Open kianryan opened 1 year ago

kianryan commented 1 year ago

Written on 17/03/2013 12:04:01

URL: http://www.kianryan.co.uk/2013/03/orphaned-child/

kianryan commented 1 year ago

Comment written by Julie Lerman on 17/03/2013 13:48:31

This one definitely confuses people a lot. Removing something from a collection is totally different than calling REMOVE on a DbSet. The collection has nothing to do with EF. It's just a .NET collection and has no clue about the mysteries of EF's relationship management. I wish they had left the DbSet method name "DELETE" like it was for ObjectSet. That way there is an obvious difference between "DbSet.DELETE" and "Collection.REMOVE". FWIW, if you can call context.Children.Remove(child), then entity framework will also fix the relationship problem and delete at the same time. If you are using aggregate root, however, you may only have context.Parents and not even have a context.Children property and would then have to go even deeper to context.Entry(child).State=EntityState.Deleted. So the real problem is that REMOVE is on the .NET collection. Now I'm wondering if there is a way to make the savechanges smarter... like checking for null but required FK properties and deleting the entities before EF sees the p roblem and throws an exception?
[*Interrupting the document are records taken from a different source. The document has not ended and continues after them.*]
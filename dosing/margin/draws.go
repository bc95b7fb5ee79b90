package margin

import (
	"math"
	"runtime"
	"sync"

	"beckline/carbonate"
)

// drawn holds what each draw came to; NaN in a dose (or the pH where nothing was
// solved for) marks a water that contradicts itself.
type drawn struct {
	columns []*column
	doses   [2][]float64 // mol/L
	fed     [2][]float64 // real dose over the one set: (true strength/stated)/(true flow/read)
	pH      []float64
}

// draw makes n draws of the true readings and puts their summary into out. Each
// draw is a water of its own; the work is shared among the processors and comes
// out the same however many there are.
func (m *model) draw(n int, out *Margin) {
	d := drawn{columns: make([]*column, len(m.varied)), pH: make([]float64, n)}
	for i := range m.feeds {
		d.doses[i], d.fed[i] = make([]float64, n), make([]float64, n)
	}
	tables := make([][]*carbonate.Constants, len(m.varied)) // of the temperatures
	for i := range m.varied {
		v := &m.varied[i]
		d.columns[i] = columnFor(v.column, v.kind == ofKelvin || v.kind == ofPHKelvin, n)
		if d.columns[i].point != nil {
			tables[i] = v.constants()
		}
	}
	workers := min(runtime.GOMAXPROCS(0), 8)
	var group sync.WaitGroup
	for w := range workers {
		group.Go(func() { m.drawRange(&d, tables, n*w/workers, n*(w+1)/workers) })
	}
	group.Wait()
	m.summarise(&d, out)
}

// constants at the points of a temperature.
func (v *varied) constants() []*carbonate.Constants {
	out := make([]*carbonate.Constants, temperaturePoints)
	for i, z := range temperatures() {
		out[i] = constantsAt(v.value + z*v.half/sigmas)
	}
	return out
}

// leastShare keeps a flow or a strength drawn far out in the tail above nothing.
const leastShare = 0.01

func (m *model) drawRange(d *drawn, tables [][]*carbonate.Constants, from, to int) {
	values := make([]float64, len(m.varied))
	at := make([]thermo, len(m.thermos))
	answered := m.answered()
	for j := from; j < to; j++ {
		copy(at, m.thermos)
		fed, guess := doses{1, 1}, answered
		for i := range m.varied {
			v := &m.varied[i]
			z := d.columns[i].z[j] / sigmas
			values[i] = v.value + z*v.half
			for n := range m.feeds {
				guess[n] += z * m.effects[i].dose[n]
			}
			switch v.kind {
			case ofPH:
				values[i] = min(max(values[i], 0), 14)
			case ofKelvin, ofPHKelvin:
				at[v.of] = at[v.of].with(v.kind, tables[i][d.columns[i].point[j]])
			case ofFlow:
				factor := max(values[i]/v.value, leastShare)
				fed[0], fed[1] = fed[0]/factor, fed[1]/factor
			case ofStrength:
				fed[v.of] *= max(values[i]/v.value, leastShare)
			}
		}
		needed, pH := m.one(values, at, fed, guess)
		for n := range m.feeds {
			d.doses[n][j], d.fed[n][j] = needed[n], fed[n]
		}
		d.pH[j] = pH
	}
}

// one draw: the doses that the true water needs, and the pH that the feeds as
// set give it.
func (m *model) one(values []float64, at []thermo, fed, guess doses) (needed doses, pH float64) {
	raw, k, ok := m.water(values, at)
	if !ok {
		return doses{math.NaN(), math.NaN()}, math.NaN()
	}
	if len(m.feeds) > 0 {
		needed = m.needed(k, raw, guess)
	}
	real := m.answered()
	return needed, m.finished(k, raw, doses{real[0] * fed[0], real[1] * fed[1]})
}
kianryan commented 1 year ago

Comment written by Kian Ryan on 18/03/2013 02:22:02

Well, using reflection it should be possible to check which attributes are marked as required, and call Delete on them.

However, I see this as being a little bit nasty, and potentially quite expensive on large data sets.
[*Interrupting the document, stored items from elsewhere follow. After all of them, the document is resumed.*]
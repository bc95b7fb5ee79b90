package margin_test

import (
	"math"
	"math/rand/v2"
	"reflect"
	"runtime"
	"testing"

	"beckline/carbonate"
	"beckline/dosing"
	"beckline/dosing/margin"
)

func of(t *testing.T, c dosing.Case, tol margin.Tolerances, o margin.Options) margin.Margin {
	t.Helper()
	m, err := margin.Of(solve(t, c), tol, o)
	if err != nil {
		t.Fatal(err)
	}
	return m
}

func only(t *testing.T, name string, tol margin.Tolerance) margin.Tolerances {
	t.Helper()
	var out margin.Tolerances
	if err := out.Set(name, tol); err != nil {
		t.Fatal(err)
	}
	return out
}

func close(t *testing.T, what string, got, want, relative float64) {
	t.Helper()
	if !(math.Abs(got-want) <= relative*math.Abs(want)) {
		t.Errorf("%s is %g, want %g within %g %%", what, got, want, 100*relative)
	}
}

// TestOneReadingMapsThrough: with one reading wrong the dose is a monotone
// function of it, so the percentiles of the dose are the doses at the
// percentiles of the reading. dosing.Solve gives those by its own way.
func TestOneReadingMapsThrough(t *testing.T) {
	for _, c := range []struct {
		name  string
		half  float64
		shift func(*dosing.Readings, float64)
	}{
		{"ph", 0.1, func(r *dosing.Readings, by float64) { r.PH.Value += by }},
		{"alkalinity", alkalinity(2), func(r *dosing.Readings, by float64) { r.Alkalinity.Value += by }},
		{"temperature", 3, func(r *dosing.Readings, by float64) { r.Kelvin.Value += by }},
		{"calcium", 5e-5, func(r *dosing.Readings, by float64) { r.Calcium.Value += by }},
		{"conductivity", 3e-3, func(r *dosing.Readings, by float64) { r.Conductivity.Value += by }},
	} {
		base := upland(t)
		m := of(t, base, only(t, c.name, margin.Tolerance{Absolute: c.half}), margin.Options{Method: margin.Draws})
		at := func(by float64) float64 {
			k := base
			c.shift(&k.Readings, by)
			return solve(t, k).Dose().Dose
		}
		a, b := at(-c.half), at(c.half)
		want := margin.Range{Low: min(a, b), High: max(a, b)}
		width := want.High - want.Low
		if math.Abs(m.Dose.Low-want.Low) > 0.01*width || math.Abs(m.Dose.High-want.High) > 0.01*width {
			t.Errorf("%s: draws give %+v, the dose at the reading's own percentiles %+v", c.name, m.Dose, want)
		}
		if len(m.Shares) != 1 || m.Shares[0] != (margin.Share{Reading: c.name, Fraction: 1}) || m.Repeat != c.name {
			t.Errorf("%s alone has shares %+v, repeat %q", c.name, m.Shares, m.Repeat)
		}
	}
}

// TestFirstOrderAgainstDraws: up to pH 0.1 the two deviations agree within 3 %,
// on soft and hard waters.
func TestFirstOrderAgainstDraws(t *testing.T) {
	r := rand.New(rand.NewPCG(31, 32))
	worst := 0.0
	for range 40 {
		s := simulate(t, r)
		result, err := dosing.Solve(s.truth)
		if err != nil {
			continue
		}
		m, err := margin.Of(result, s.tol, margin.Options{Method: margin.Draws})
		if err != nil {
			t.Fatal(err)
		}
		apart := math.Abs(m.FirstOrder.DoseDeviation/m.DoseDeviation - 1)
		worst = max(worst, apart)
		if apart > 0.03 {
			t.Errorf("first order has %g, draws %g (%.1f %%): %+v", m.FirstOrder.DoseDeviation, m.DoseDeviation, 100*apart, s.truth.Readings)
		}
		for i, share := range m.DoseShares {
			if d := math.Abs(share.Fraction - m.FirstOrder.DoseShares[i].Fraction); d > 0.03 {
				t.Errorf("share of %s is %.3f by draws, %.3f at first order", share.Reading, share.Fraction, m.FirstOrder.DoseShares[i].Fraction)
			}
		}
	}
	t.Logf("worst difference of the deviations %.2f %%", 100*worst)
}

// TestAlkalinityTargetIsExact: to a target alkalinity the dose is a straight
// line of the alkalinity read, one equivalent for one, by hand.
func TestAlkalinityTargetIsExact(t *testing.T) {
	c := upland(t)
	c.Target = dosing.Target{Kind: dosing.TargetAlkalinity, Value: alkalinity(40)}
	half := alkalinity(2)
	m := of(t, c, only(t, "alkalinity", margin.Tolerance{Absolute: half}), margin.Options{Method: margin.FirstOrder})
	dose := solve(t, c).Dose().Dose
	close(t, "low", m.Dose.Low, dose-half, 1e-9)
	close(t, "high", m.Dose.High, dose+half, 1e-9)
	close(t, "deviation", m.DoseDeviation, half/1.959964, 1e-6)
	drawn := of(t, c, only(t, "alkalinity", margin.Tolerance{Absolute: half}), margin.Options{Method: margin.Draws})
	close(t, "drawn low", drawn.Dose.Low, dose-half, 0.002)
	close(t, "drawn high", drawn.Dose.High, dose+half, 0.002)
}

// TestOtherTargets: to an index or a CCPP the range is that of the dose at the
// ends of the reading, as to a pH.
func TestOtherTargets(t *testing.T) {
	for _, target := range []dosing.Target{
		{Kind: dosing.TargetSaturationIndex, Value: -1},
		{Kind: dosing.TargetCCPP, Value: -5e-3 / carbonate.MolarMassCaCO3},
	} {
		c := upland(t)
		c.Target = target
		m := of(t, c, only(t, "ph", margin.Tolerance{Absolute: 0.1}), margin.Options{Method: margin.Draws})
		at := func(by float64) float64 {
			k := c
			k.Readings.PH.Value += by
			return solve(t, k).Dose().Dose
		}
		width := at(-0.1) - at(0.1)
		if math.Abs(m.Dose.Low-at(0.1)) > 0.01*width || math.Abs(m.Dose.High-at(-0.1)) > 0.01*width {
			t.Errorf("%s: %+v, want %g to %g", target.Kind.Field(), m.Dose, at(0.1), at(-0.1))
		}
	}
}

// TestFlowAndStrength: they move the feed and not the dose, by their own size;
// a product stronger than stated needs less of it, and less still by volume
// since it is denser; both move the finished pH.
func TestFlowAndStrength(t *testing.T) {
	c := upland(t)
	feed := solve(t, c).Dose().Feed
	for _, method := range []margin.Method{margin.FirstOrder, margin.Draws} {
		m := of(t, c, only(t, "flow", margin.Tolerance{Relative: 0.03}), margin.Options{Method: method})
		if d := solve(t, c).Dose().Dose; math.Abs(m.Dose.Low/d-1) > 1e-9 || math.Abs(m.Dose.High/d-1) > 1e-9 {
			t.Errorf("%s: the flow moves the dose: %+v", method, m.Dose)
		}
		close(t, "mass low", m.Mass.Low, feed.MassPerSecond*0.97, 1e-3)
		close(t, "volume high", m.Volume.High, feed.VolumePerSecond*1.03, 1e-3)
		if m.Shares[0].Reading != "flow" || m.Repeat != "flow" {
			t.Errorf("shares %+v repeat %q, want flow alone", m.Shares, m.Repeat)
		}
		if !(m.FinishedPH.Low < 8.35 && m.FinishedPH.High > 8.45) {
			t.Errorf("%s: finished pH %+v does not feel the flow", method, m.FinishedPH)
		}

		m = of(t, c, only(t, "strength", margin.Tolerance{Relative: 0.02}), margin.Options{Method: method})
		close(t, "product high", m.Product.High, feed.ProductMass*1.02, 1e-3)
		mass := (m.Mass.High - m.Mass.Low) / feed.MassPerSecond
		volume := (m.Volume.High - m.Volume.Low) / feed.VolumePerSecond
		if r := volume / mass; !(r > 1.15 && r < 1.35) {
			t.Errorf("%s: volume goes with strength %.3f times as steeply as mass; a caustic of 25 %% is 1.1 %% denser for each 1 %% by weight", method, r)
		}
		if m.Repeat != "" {
			t.Errorf("a strength cannot be read again, but %q is to be repeated", m.Repeat)
		}
	}
}

// TestUnsureStrength: a strength 40 % off needs 1/1.4 to 1/0.6 of the feed, by
// mass rate as by water, and a product weaker than stated leaves the pH low.
func TestUnsureStrength(t *testing.T) {
	c := well(t)
	r := solve(t, c)
	m := of(t, c, only(t, "strength", margin.Tolerance{Relative: 0.4}), margin.Options{Method: margin.Draws})
	feed := r.Dose().Feed
	close(t, "mass low", m.Mass.Low, feed.MassPerSecond/1.4, 0.01)
	close(t, "mass high", m.Mass.High, feed.MassPerSecond/0.6, 0.01)
	close(t, "product high", m.Product.High, feed.ProductMass/0.6, 0.01)
	set := c
	set.Target = dosing.Target{}
	set.Additions = []dosing.Addition{{Product: c.Additions[0].Product, Dose: dosing.Some(0.6 * r.Dose().Dose)}}
	close(t, "pH of a weak product", m.FinishedPH.Low, solve(t, set).Finished().Figures.PH, 0.002)
}

// TestFinishedPH: with one reading wrong the finished pH range is that of the
// dose as set in the waters at the ends of the reading.
func TestFinishedPH(t *testing.T) {
	c := upland(t)
	dose := solve(t, c).Dose().Dose
	at := func(by float64) float64 {
		k := c
		k.Readings.PH.Value += by
		k.Target = dosing.Target{}
		k.Additions = []dosing.Addition{c.Additions[0], {Product: c.Additions[1].Product, Dose: dosing.Some(dose)}}
		return solve(t, k).Finished().Figures.PH
	}
	m := of(t, c, only(t, "ph", margin.Tolerance{Absolute: 0.05}), margin.Options{Method: margin.Draws})
	close(t, "finished pH low", m.FinishedPH.Low, at(-0.05), 1e-3)
	close(t, "finished pH high", m.FinishedPH.High, at(0.05), 1e-3)
}

func TestSharesSumToOne(t *testing.T) {
	for _, c := range []dosing.Case{upland(t), well(t)} {
		for _, method := range []margin.Method{margin.FirstOrder, margin.Draws} {
			m := of(t, c, margin.Defaults(), margin.Options{Method: method})
			for name, shares := range map[string][]margin.Share{"dose": m.DoseShares, "feed": m.FeedShares, "pH": m.PHShares, "": m.Shares} {
				sum := 0.0
				for _, s := range shares {
					if !(s.Fraction >= 0) {
						t.Errorf("%s share of %s is %g", name, s.Reading, s.Fraction)
					}
					sum += s.Fraction
				}
				if math.Abs(sum-1) > 1e-12 {
					t.Errorf("%s: the %s shares sum to %g", method, name, sum)
				}
			}
			if m.Repeat != "ph" {
				t.Errorf("the pH meter is the weakest by far, but %q is to be repeated", m.Repeat)
			}
		}
	}
}

// TestSameEachTime: however often it is asked and however many processors
// share the work.
func TestSameEachTime(t *testing.T) {
	r := solve(t, upland(t))
	ask := func() margin.Margin {
		m, err := margin.Of(r, margin.Defaults(), margin.Options{Method: margin.Draws})
		if err != nil {
			t.Fatal(err)
		}
		return m
	}
	first := ask()
	before := runtime.GOMAXPROCS(3)
	second := ask()
	runtime.GOMAXPROCS(before)
	if !reflect.DeepEqual(first, second) {
		t.Errorf("twice asked:\n%+v\n%+v", first, second)
	}
}

// TestChoosesTheWay: draws where the water is unbuffered, the pH poor, or the
// target near; slopes on a buffered water with a good meter.
func TestChoosesTheWay(t *testing.T) {
	with := func(pH float64) margin.Tolerances {
		tol := only(t, "ph", margin.Tolerance{Absolute: pH})
		if err := tol.Set("alkalinity", margin.Tolerance{Relative: 0.02}); err != nil {
			t.Fatal(err)
		}
		return tol
	}
	near := well(t)
	near.Target.Value = 7.2
	soft := upland(t)
	hard := well(t)
	hard.Target.Value = 9.6
	for _, c := range []struct {
		what   string
		kase   dosing.Case
		tol    margin.Tolerances
		method margin.Method
		reason margin.Reason
	}{
		{"buffered, good meter", hard, with(0.02), margin.FirstOrder, margin.NoReason},
		{"buffered, poor meter", hard, with(0.10), margin.Draws, margin.PHTolerance},
		{"unbuffered", soft, with(0.02), margin.Draws, margin.LowBuffer},
		{"target within the tolerance", near, with(0.08), margin.Draws, margin.NearLimit},
	} {
		m := of(t, c.kase, c.tol, margin.Options{})
		if m.Method != c.method || m.Reason != c.reason {
			t.Errorf("%s: %s, %q; want %s, %q", c.what, m.Method, m.Reason, c.method, c.reason)
		}
		forced := of(t, c.kase, c.tol, margin.Options{Method: margin.FirstOrder})
		if forced.Method != margin.FirstOrder || forced.Reason != c.reason || forced.Drawn != 0 {
			t.Errorf("%s: slopes asked for give %s, %q, %d draws", c.what, forced.Method, forced.Reason, forced.Drawn)
		}
	}
}

// TestBand: at the dose that was answered the band is close to the drawn range
// of the finished pH; without a dose it is the raw pH within its tolerance.
func TestBand(t *testing.T) {
	c := well(t)
	r := solve(t, c)
	m := of(t, c, margin.Defaults(), margin.Options{Method: margin.Draws})
	dose := r.Dose().Dose
	band, err := margin.Band(r, margin.Defaults(), []float64{0, dose, 3 * dose})
	if err != nil {
		t.Fatal(err)
	}
	if math.Abs(band[0].Low-7.05) > 0.01 || math.Abs(band[0].High-7.25) > 0.01 {
		t.Errorf("without a dose the band is %+v, want 7.15 within 0.10", band[0])
	}
	width := m.FinishedPH.High - m.FinishedPH.Low
	if math.Abs(band[1].Low-m.FinishedPH.Low) > 0.1*width || math.Abs(band[1].High-m.FinishedPH.High) > 0.1*width {
		t.Errorf("at the dose the band is %+v, drawn %+v", band[1], m.FinishedPH)
	}
	if !(band[2].Low > band[1].Low && band[2].High > band[1].High) {
		t.Errorf("the band does not rise with the dose: %+v", band)
	}
	c.Additions, c.Target = nil, dosing.Target{}
	if _, err := margin.Band(solve(t, c), margin.Defaults(), []float64{0}); err == nil {
		t.Error("a band without a dose")
	}
}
MS have identified their preffered stragey (Identifying Relationships) and it does make some sense, but only really works if you have control over the schema.

kianryan commented 1 year ago

Comment written by Lambolez Paul on 07/04/2013 17:38:46

This doesn't work as the field is marqued as required when you use [Key, Column(Order = 2)] ...

kianryan commented 1 year ago

Comment written by Raffaele Garofalo on 03/10/2014 12:58:09

This is such a stupid behaviour that breaks all the DDD rules.
First we have to options here: 1) make the Domain Entity aware of the ORM (so bad) 2) Encapsulate the BL inside a third component that removes the item from the collection and then mark the child object as deleted.
With other ORM like NHibernate we don't need to track this, the proxy is smart enough to understand that a child item has been removed from the collection and mark it as deleted. With EF we must

Person.Child.Remove(child)
context.Entry(child).State = EntityState.Deleted

what does it mean? It means that as always happens, MS implemented an ORM which is not fully domain agnostic ...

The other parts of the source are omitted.